▸ **Your objective**:
Please output each line of the data exactly as it appears.

[[ Input for this task, beginning ]]

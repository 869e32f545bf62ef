import { getGas, isKnownGas } from '../physics/gases.ts'
import { CAUTIONS } from '../planning/rules.ts'

/**
 * Standing cautions of a mixture, for the plan workspace, the calculator and the fill sheet. Kept apart from
 * plan.ts so the wire schemas do not pull the planning engine into every screen that lists plans.
 */

export interface StandingCaution {
  key: 'pressure' | 'oxygen' | 'flammable' | 'fuelOxidiser' | 'toxic'
  /** a short headline shown with the SafetyBadge */
  title: string
  text: string
}

/** Share of the lower flammability limit from which a fuel content earns the flammable caution (25 % LFL: common practice, no source). */
export const FLAMMABLE_CAUTION_LFL_SHARE = 0.25
/** Oxygen content above which the oxygen caution applies (oxygen-enriched above 23.5 %, OSHA 29 CFR 1910.146(b)). */
export const OXYGEN_CAUTION_FRACTION = 0.235

/**
 * The usual cautions for handling these gases, each given with the highest amount fraction it has anywhere in the
 * work (target, any parent gas: a pure parent gas counts as 1): high pressure always; oxidiser above 23.5 % O2 (or any
 * other oxidiser above 1 %); flammable from a quarter of the lower flammability limit; fuel + oxidiser when both
 * appear; toxic whenever a toxic gas is handled. Texts come from the planner's CAUTIONS, each deferring to local
 * codes and licensed practice.
 */
export function standingCautions(items: readonly { gas: string; fraction: number }[]): StandingCaution[] {
  const most = new Map<string, number>()
  for (const i of items) if (isKnownGas(i.gas)) most.set(i.gas, Math.max(most.get(i.gas) ?? 0, i.fraction))
  const gases = [...most.entries()].map(([id, x]) => ({ gas: getGas(id), x }))
  const flags = (g: (typeof gases)[number]['gas']) => g.hazards as readonly string[]
  const oxidiser = gases.some(({ gas, x }) => flags(gas).includes('oxidiser') && x > (gas.id === 'oxygen' ? OXYGEN_CAUTION_FRACTION : 0.01))
  const flammable = gases.some(
    ({ gas, x }) => flags(gas).includes('flammable') && (gas.flammability ? x >= (FLAMMABLE_CAUTION_LFL_SHARE * gas.flammability.lflPercent) / 100 : x > 0),
  )
  const supportsCombustion = gases.some(({ gas, x }) => (gas.groups as readonly string[]).includes('oxidiser') && x > 0)
  const toxic = gases.some(({ gas, x }) => flags(gas).includes('toxic') && x > 0)
  const out: StandingCaution[] = [{ key: 'pressure', title: 'High pressure', text: CAUTIONS.pressure }]
  if (oxidiser) out.push({ key: 'oxygen', title: 'Oxidiser', text: CAUTIONS.oxygen })
  if (flammable) out.push({ key: 'flammable', title: 'Flammable', text: CAUTIONS.flammable })
  if (flammable && supportsCombustion) out.push({ key: 'fuelOxidiser', title: 'Fuel with oxidiser', text: CAUTIONS.fuelOxidiser })
  if (toxic) out.push({ key: 'toxic', title: 'Toxic', text: CAUTIONS.toxic })
  return out
}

[[ Input for this task, end ]]

▸ **Your solution**:
repository 869e32f545bf62ef
import { getGas, isKnownGas } from '../physics/gases.ts'
import { CAUTIONS } from '../planning/rules.ts'

/**
 * Standing cautions of a mixture, for the plan workspace, the calculator and the fill sheet. Kept apart from
 * plan.ts so the wire schemas do not pull the planning engine into every screen that lists plans.
 */

export interface StandingCaution {
  key: 'pressure' | 'oxygen' | 'flammable' | 'fuelOxidiser' | 'toxic'
  /** a short headline shown with the SafetyBadge */
  title: string
  text: string
}

/** Share of the lower flammability limit from which a fuel content earns the flammable caution (25 % LFL: common practice, no source). */
export const FLAMMABLE_CAUTION_LFL_SHARE = 0.25
/** Oxygen content above which the oxygen caution applies (oxygen-enriched above 23.5 %, OSHA 29 CFR 1910.146(b)). */
export const OXYGEN_CAUTION_FRACTION = 0.235

/**
 * The usual cautions for handling these gases, each given with the highest amount fraction it has anywhere in the
 * work (target, any parent gas: a pure parent gas counts as 1): high pressure always; oxidiser above 23.5 % O2 (or any
 * other oxidiser above 1 %); flammable from a quarter of the lower flammability limit; fuel + oxidiser when both
 * appear; toxic whenever a toxic gas is handled. Texts come from the planner's CAUTIONS, each deferring to local
 * codes and licensed practice.
 */
export function standingCautions(items: readonly { gas: string; fraction: number }[]): StandingCaution[] {
  const most = new Map<string, number>()
  for (const i of items) if (isKnownGas(i.gas)) most.set(i.gas, Math.max(most.get(i.gas) ?? 0, i.fraction))
  const gases = [...most.entries()].map(([id, x]) => ({ gas: getGas(id), x }))
  const flags = (g: (typeof gases)[number]['gas']) => g.hazards as readonly string[]
  const oxidiser = gases.some(({ gas, x }) => flags(gas).includes('oxidiser') && x > (gas.id === 'oxygen' ? OXYGEN_CAUTION_FRACTION : 0.01))
  const flammable = gases.some(
    ({ gas, x }) => flags(gas).includes('flammable') && (gas.flammability ? x >= (FLAMMABLE_CAUTION_LFL_SHARE * gas.flammability.lflPercent) / 100 : x > 0),
  )
  const supportsCombustion = gases.some(({ gas, x }) => (gas.groups as readonly string[]).includes('oxidiser') && x > 0)
  const toxic = gases.some(({ gas, x }) => flags(gas).includes('toxic') && x > 0)
  const out: StandingCaution[] = [{ key: 'pressure', title: 'High pressure', text: CAUTIONS.pressure }]
  if (oxidiser) out.push({ key: 'oxygen', title: 'Oxidiser', text: CAUTIONS.oxygen })
  if (flammable) out.push({ key: 'flammable', title: 'Flammable', text: CAUTIONS.flammable })
  if (flammable && supportsCombustion) out.push({ key: 'fuelOxidiser', title: 'Fuel with oxidiser', text: CAUTIONS.fuelOxidiser })
  if (toxic) out.push({ key: 'toxic', title: 'Toxic', text: CAUTIONS.toxic })
  return out
}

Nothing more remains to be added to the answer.